- _RECORD EXCERPTS_
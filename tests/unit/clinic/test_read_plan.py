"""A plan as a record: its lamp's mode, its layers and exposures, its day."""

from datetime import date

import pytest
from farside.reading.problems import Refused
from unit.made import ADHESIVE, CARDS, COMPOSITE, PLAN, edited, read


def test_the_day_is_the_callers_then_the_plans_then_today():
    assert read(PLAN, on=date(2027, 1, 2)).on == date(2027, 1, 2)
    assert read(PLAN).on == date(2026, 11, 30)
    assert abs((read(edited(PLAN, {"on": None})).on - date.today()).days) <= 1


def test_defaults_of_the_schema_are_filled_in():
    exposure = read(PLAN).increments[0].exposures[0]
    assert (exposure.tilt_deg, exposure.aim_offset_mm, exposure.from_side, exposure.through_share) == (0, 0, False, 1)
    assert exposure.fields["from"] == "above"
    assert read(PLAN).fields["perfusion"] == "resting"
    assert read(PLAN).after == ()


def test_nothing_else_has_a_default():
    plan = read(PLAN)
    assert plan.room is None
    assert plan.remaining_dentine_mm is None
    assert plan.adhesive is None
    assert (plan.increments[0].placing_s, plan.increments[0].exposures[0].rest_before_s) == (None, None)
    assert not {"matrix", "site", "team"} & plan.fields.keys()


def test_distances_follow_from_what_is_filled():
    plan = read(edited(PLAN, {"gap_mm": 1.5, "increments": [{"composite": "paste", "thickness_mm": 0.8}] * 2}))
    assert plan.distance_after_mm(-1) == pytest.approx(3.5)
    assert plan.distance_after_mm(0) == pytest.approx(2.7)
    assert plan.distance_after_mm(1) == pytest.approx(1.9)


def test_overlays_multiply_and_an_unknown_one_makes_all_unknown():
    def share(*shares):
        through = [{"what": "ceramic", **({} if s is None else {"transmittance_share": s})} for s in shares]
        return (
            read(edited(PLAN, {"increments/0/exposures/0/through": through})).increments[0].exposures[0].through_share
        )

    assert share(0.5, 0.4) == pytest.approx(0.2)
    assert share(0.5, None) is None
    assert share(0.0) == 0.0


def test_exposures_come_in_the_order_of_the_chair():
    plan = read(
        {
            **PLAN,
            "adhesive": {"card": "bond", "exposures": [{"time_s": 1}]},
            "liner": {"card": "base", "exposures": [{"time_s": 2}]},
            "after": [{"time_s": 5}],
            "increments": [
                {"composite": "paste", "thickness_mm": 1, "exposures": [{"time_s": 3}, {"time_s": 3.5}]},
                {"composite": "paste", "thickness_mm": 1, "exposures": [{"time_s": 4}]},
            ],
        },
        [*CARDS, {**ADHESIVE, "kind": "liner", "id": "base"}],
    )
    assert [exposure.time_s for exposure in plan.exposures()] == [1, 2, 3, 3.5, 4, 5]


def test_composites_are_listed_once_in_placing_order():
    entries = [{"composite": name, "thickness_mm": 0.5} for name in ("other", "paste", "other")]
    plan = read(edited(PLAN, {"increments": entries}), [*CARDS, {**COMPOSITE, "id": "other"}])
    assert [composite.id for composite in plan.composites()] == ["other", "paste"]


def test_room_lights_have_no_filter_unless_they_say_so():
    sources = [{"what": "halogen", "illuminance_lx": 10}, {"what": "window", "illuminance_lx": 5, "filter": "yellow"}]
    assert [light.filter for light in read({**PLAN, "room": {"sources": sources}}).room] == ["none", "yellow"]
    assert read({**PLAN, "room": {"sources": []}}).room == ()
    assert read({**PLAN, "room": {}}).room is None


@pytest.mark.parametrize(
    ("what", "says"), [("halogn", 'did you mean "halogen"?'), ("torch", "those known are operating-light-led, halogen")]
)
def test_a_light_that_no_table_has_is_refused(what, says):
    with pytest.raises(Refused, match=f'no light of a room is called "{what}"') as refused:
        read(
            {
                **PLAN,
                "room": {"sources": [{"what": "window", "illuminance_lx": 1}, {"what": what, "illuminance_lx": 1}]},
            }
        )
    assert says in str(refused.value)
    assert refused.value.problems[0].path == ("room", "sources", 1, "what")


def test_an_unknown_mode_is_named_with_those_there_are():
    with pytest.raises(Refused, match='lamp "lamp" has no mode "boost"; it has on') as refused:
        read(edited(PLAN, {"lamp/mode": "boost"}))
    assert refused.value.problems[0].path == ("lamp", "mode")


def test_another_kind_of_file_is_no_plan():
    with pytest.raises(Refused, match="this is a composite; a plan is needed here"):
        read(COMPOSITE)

...

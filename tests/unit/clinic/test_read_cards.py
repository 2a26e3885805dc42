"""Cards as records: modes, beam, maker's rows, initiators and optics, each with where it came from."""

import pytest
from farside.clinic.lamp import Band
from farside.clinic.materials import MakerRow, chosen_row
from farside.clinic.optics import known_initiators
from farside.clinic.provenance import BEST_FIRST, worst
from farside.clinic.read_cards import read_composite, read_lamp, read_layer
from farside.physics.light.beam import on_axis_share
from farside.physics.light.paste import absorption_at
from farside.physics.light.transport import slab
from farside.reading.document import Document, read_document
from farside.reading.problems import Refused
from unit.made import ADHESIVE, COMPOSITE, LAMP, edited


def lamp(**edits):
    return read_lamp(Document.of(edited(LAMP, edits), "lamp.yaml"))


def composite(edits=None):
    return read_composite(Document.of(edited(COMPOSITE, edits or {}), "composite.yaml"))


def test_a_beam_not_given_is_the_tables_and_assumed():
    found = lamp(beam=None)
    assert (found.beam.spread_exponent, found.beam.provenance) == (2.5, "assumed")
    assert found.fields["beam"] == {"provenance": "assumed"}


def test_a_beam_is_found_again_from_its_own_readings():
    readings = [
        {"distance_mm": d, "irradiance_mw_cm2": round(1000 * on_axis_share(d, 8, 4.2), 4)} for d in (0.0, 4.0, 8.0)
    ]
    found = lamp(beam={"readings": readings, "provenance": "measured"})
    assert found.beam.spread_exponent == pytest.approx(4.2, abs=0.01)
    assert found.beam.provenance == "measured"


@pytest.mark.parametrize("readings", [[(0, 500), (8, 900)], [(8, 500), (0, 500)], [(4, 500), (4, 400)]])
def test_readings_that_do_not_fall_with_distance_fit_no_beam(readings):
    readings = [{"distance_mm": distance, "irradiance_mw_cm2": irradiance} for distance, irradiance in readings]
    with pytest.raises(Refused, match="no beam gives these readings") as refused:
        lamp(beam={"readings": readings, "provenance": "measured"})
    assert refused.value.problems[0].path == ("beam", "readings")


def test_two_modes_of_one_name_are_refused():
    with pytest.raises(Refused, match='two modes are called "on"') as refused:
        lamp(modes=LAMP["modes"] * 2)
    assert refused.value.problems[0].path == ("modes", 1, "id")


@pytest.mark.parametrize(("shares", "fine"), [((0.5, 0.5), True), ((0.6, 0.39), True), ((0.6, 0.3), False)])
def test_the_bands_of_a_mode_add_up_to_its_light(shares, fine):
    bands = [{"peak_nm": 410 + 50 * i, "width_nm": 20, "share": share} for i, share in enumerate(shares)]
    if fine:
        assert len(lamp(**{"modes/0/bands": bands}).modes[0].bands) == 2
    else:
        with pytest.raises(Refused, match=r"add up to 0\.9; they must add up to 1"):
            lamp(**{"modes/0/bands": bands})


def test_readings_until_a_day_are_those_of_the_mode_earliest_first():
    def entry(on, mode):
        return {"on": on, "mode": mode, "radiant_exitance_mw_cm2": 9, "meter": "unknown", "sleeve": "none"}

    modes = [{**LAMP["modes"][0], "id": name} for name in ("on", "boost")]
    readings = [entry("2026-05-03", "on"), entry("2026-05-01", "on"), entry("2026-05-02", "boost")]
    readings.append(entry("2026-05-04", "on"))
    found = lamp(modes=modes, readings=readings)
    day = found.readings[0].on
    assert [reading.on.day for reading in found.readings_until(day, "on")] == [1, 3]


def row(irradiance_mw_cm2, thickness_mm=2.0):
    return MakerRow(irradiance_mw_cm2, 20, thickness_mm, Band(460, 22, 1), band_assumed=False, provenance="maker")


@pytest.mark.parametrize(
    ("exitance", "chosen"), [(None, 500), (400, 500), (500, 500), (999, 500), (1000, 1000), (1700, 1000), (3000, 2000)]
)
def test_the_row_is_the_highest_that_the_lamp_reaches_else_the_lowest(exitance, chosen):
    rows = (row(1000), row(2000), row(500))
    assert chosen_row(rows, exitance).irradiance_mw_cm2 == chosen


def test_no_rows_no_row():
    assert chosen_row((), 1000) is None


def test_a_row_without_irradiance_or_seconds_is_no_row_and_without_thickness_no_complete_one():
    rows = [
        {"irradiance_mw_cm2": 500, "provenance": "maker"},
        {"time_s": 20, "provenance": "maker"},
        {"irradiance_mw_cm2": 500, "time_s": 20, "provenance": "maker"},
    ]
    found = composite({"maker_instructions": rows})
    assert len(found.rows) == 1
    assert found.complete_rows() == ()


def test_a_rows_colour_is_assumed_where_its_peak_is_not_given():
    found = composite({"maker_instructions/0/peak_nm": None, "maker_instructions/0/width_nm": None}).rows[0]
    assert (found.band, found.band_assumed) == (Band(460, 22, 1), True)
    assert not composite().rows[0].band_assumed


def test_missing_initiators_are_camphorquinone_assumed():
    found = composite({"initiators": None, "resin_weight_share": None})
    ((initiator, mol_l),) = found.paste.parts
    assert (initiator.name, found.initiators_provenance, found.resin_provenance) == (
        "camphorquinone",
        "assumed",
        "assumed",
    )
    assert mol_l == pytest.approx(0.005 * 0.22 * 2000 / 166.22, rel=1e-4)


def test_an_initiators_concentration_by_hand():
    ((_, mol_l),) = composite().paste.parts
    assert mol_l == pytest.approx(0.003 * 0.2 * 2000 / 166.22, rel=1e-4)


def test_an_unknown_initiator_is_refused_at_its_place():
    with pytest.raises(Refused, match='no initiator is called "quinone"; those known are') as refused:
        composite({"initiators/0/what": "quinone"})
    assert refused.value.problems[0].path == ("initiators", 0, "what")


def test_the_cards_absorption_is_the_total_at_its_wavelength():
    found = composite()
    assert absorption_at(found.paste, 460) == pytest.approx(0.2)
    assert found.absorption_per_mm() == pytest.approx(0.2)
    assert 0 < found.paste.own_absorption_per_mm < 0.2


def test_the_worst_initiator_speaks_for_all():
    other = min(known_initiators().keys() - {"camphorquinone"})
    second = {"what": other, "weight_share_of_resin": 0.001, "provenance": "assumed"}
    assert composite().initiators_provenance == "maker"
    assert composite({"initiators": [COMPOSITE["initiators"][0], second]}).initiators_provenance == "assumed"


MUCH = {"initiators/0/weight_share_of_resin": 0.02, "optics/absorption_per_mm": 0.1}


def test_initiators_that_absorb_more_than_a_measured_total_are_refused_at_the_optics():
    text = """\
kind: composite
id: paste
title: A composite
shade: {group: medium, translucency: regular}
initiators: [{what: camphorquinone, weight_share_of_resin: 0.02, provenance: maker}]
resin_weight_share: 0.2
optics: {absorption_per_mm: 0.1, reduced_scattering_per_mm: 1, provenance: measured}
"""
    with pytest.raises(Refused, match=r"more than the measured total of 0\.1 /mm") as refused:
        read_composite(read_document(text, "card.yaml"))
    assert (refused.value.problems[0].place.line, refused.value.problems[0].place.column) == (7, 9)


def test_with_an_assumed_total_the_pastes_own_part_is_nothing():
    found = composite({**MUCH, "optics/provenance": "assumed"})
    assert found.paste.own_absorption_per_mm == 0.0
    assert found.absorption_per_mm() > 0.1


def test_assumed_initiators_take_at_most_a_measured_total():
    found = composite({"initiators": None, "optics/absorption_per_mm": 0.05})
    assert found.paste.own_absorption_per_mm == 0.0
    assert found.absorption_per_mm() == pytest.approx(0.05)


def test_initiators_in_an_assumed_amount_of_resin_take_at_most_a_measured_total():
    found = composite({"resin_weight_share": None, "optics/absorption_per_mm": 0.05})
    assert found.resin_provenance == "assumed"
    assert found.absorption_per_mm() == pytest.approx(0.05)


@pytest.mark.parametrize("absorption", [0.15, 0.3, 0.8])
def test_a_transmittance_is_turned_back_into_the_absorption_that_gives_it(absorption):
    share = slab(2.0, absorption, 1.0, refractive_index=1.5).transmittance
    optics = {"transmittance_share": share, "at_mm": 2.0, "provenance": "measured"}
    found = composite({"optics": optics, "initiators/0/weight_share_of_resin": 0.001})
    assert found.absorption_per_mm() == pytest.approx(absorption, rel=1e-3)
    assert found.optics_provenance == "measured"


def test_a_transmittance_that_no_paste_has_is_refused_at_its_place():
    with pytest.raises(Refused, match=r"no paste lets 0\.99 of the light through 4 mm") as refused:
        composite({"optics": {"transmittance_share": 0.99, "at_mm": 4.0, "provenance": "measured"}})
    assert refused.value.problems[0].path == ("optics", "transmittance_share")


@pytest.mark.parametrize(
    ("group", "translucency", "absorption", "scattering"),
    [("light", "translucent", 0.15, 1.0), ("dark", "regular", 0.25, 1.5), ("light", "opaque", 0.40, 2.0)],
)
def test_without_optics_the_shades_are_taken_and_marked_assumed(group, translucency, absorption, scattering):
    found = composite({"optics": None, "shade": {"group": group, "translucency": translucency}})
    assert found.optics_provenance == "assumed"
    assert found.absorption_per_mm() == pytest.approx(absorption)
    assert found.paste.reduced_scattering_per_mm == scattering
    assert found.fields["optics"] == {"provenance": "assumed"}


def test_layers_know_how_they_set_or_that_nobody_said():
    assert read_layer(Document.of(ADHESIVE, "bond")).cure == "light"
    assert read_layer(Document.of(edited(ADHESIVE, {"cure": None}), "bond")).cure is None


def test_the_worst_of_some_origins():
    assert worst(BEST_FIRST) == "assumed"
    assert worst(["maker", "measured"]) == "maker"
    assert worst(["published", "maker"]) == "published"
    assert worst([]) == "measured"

- _EXERCISE PROMPT_
Starting from the data above, filter for lines with "physics" and copy each one.

- _WRITTEN SOLUTION_
from farside.physics.light.beam import on_axis_share
from farside.physics.light.paste import absorption_at
from farside.physics.light.transport import slab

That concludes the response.